Event Information: Venues and Calendars

An event has both informational data as well as experiential data.  To capture events and make them available to people both types of data play important role.  

Since we are all familiar with informational data related to events, first we discuss that here.  Type of event – politics, entertainment, technical conference, sports, or personal are just some of the types.  As classification of information and its sources has been a powerful organization principle, that is important here.  An event could be assigned to multiple types.  During old days, usually classification techniques for practical reasons allowed each entity to be assigned to only one class.  With advances in technology, that restriction is being questioned and challenged often.  It is very likely that soon the traditional tree structure used in taxonomy may become a concept of the past.  In the new structure entities and events may be assigned to multiple classes.  This should still be done conservatively, meaning it should be used only when really needed.
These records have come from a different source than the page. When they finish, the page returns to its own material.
/** Times the fit engine beside scipy's curve_fit in the same run and prints ratios next to the goals of docs/numerics.md. */
import { spawnSync } from 'node:child_process'
import { mkdtempSync, rmSync } from 'node:fs'
import { tmpdir } from 'node:os'
import { join } from 'node:path'
import { fileURLToPath } from 'node:url'
import { build } from 'esbuild'

const root = fileURLToPath(new URL('..', import.meta.url))
const series = join(root, 'tests/bench/series.json')
// Debian's own interpreter, whatever else is on the path: its python3-scipy is what the goals were set against.
const python = '/usr/bin/python3'

/**
 * @param {string} command
 * @param {string[]} given
 */
function measure(command, given) {
  const { status, stdout, stderr } = spawnSync(command, given, { encoding: 'utf8' })
  if (status !== 0) throw new Error(`${command} ${given[0]} ended with ${status}\n${stderr}`)
  return JSON.parse(stdout)
}

async function measureEngine() {
  const folder = mkdtempSync(join(tmpdir(), 'anionary-bench-'))
  try {
    const outfile = join(folder, 'engine.mjs')
    await build({
      entryPoints: [join(root, 'tests/bench/engine.ts')],
      outfile, bundle: true, platform: 'node', format: 'esm', logLevel: 'error',
      alias: { '#shared': join(root, 'shared') },
      banner: { js: 'import { createRequire } from \'node:module\'; const require = createRequire(import.meta.url);' },
    })
    return measure(process.execPath, [outfile, series])
  }
  finally {
    rmSync(folder, { recursive: true })
  }
}

function hasScipy() {
  return spawnSync(python, ['-c', 'import scipy.optimize']).status === 0
}

/** @param {(string | number)[][]} rows */
function printTable(rows) {
  const widthOf = (/** @type {number} */ column) => Math.max(...rows.map(row => String(row[column]).length))
  const pad = (/** @type {string | number} */ cell, /** @type {number} */ column) =>
    column === 0 ? String(cell).padEnd(widthOf(column)) : String(cell).padStart(widthOf(column))
  for (const row of rows) console.log(row.map(pad).join('   '))
}

const microseconds = (/** @type {number} */ value) => `${value.toFixed(1)} µs`

const engine = await measureEngine()
const scipy = hasScipy() ? measure(python, [join(root, 'tests/bench/reference.py'), series]) : null
if (!scipy) console.log('scipy is missing, so there are no ratios; install it with: sudo apt-get install -y python3-scipy')

const ratio = (/** @type {'near' | 'default'} */ reference) => scipy ? `${(scipy[reference] / engine.core).toFixed(1)} ×` : 'no scipy'
printTable([
  ['12-point linear-langmuir', 'measured', 'beside', 'goal'],
  ['fit with covariance', microseconds(engine.core), '', ''],
  ['curve_fit, analytic Jacobian, near start', scipy ? microseconds(scipy.near) : '', ratio('near'), '≥ 4 ×'],
  ['curve_fit, default start', scipy ? microseconds(scipy.default) : '', ratio('default'), '≥ 15 ×'],
  ['whole answer: profile intervals, residuals, notes', microseconds(engine.whole), '', ''],
  ['typed expression, parsing and covariance', microseconds(engine.expression), `${Math.round(1e6 / engine.expression)} a second`, '≥ 1000 a second'],
  ['2,000 fits of resampled readings', `${engine.bootstrap.toFixed(0)} ms`, '', '≤ 200 ms'],
  ['profile interval of K', microseconds(engine.interval), '', '≤ 50 µs'],
])
console.log(`Node ${process.version}${scipy ? `, scipy ${scipy.version}` : ''}; medians, warm; ratios are curve_fit's time over the engine's.`)
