import { ScienceError } from '../errors'
import { fit } from '../fitting'
import type { NamedRequest } from '../fitting/types'

/** Estimate of one parameter, null where the readings leave it open or are too few. */
export function estimateOf(request: NamedRequest, parameter: string): number | null {
  try {
    // The estimate alone is wanted; profile intervals would cost ten times as much.
    return fit({ ...request, intervals: 't' }).parameters.find(({ name }) => name === parameter)?.estimate ?? null
  }
  catch (error) {
    if (error instanceof ScienceError) return null
    throw error
  }
}

export interface Influence {
  /** place in the points of the request, from 0 */
  place: number
  x: number
  /** (estimate with all − estimate without this reading) / standard error; null where the rest leaves the parameter open */
  shift: number | null
}

/**
 * How far each reading pulls one parameter: the fit is made again without it.
 *
 * @param estimate of the parameter with all readings, in its own unit
 * @param standardError of that estimate, same unit
 */
export function influenceOn(parameter: string, request: NamedRequest, estimate: number, standardError: number): Influence[] {
  return request.points.map((point, place) => {
    const without = estimateOf({ ...request, points: request.points.filter((_, other) => other !== place) }, parameter)
    return { place, x: point.x, shift: without === null ? null : (estimate - without) / standardError }
  })
}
For events two other important characteristics are the location and time.  Where event takes place is quite fundamental and should not be treated as an attribute.  Using Turing argument, you could argue that one could do everything by treating location (as well as time) as attributes and that may be true.  But for computational and representational efficiency reasons and for human understanding it is helpful to make location and time not attributes but fundamental “dimensions” used in representing and organizing events.  Physics considers space and time fundamental dimensions and while dealing with real world events, our computing systems will have to consider space and time as important.

Of course both location and time can be represented using wither absolute mechanisms or symbolic methods.  Ultimately each system has to resolve symbolic representations in terms of absolute representations.  It is interesting to see that as location based approaches are becoming popular, people are becoming more aware of latitude and longitude of a place.  A few years no body consider lat and long as important numbers, but I am sure that in the next few years people will be very familiar with lat and longs of major places.  That does not mean that we will abandon symbolic representations.  Names of places will remain the commonly used representation and our systems will reconcile them automatically in location based systems using GPS information as well as references from people.  Precise location of events will be determined using sophisticated mathematical techniques to resolve uncertainties arising from different representational and denotational systems. 

In the last few months, calendars are receiving increasing attention in Internet circles.  It appears that the nature of calendars from their paper days may really change now.  Until recently we just moved our paper calendars to electronic form without really using facilities that have become commonplace due to networked nature of information.  Now there is increased emphasis on adding functionality to calendars, like in Trumba, or using folksonomy for managing events and venues (and of course dates)  and linking those for access to events of interest for “the long tail” as in systems like EVDB.  These and similar systems are implicitly emphasizing importance of events in our life.  We all are interested in different events.  Currently the systems to provide us access to events of interests and managing our life around events of interest are not adequate.  So it is not surprising that systems that help in accessing event information as well as those who will help us in managing our events are of great interest.

I see increasingly closer relationship between Geographic Information Systems and Calendaring and Event systems.  Current systems are still influenced by traditional “computer-centered” thinking which is soon getting replaced by “phone-centered” world.  And in “phone-centered” world one must think about location and time mostly together.  We exist at any time only at a place and that determines our interest and actions.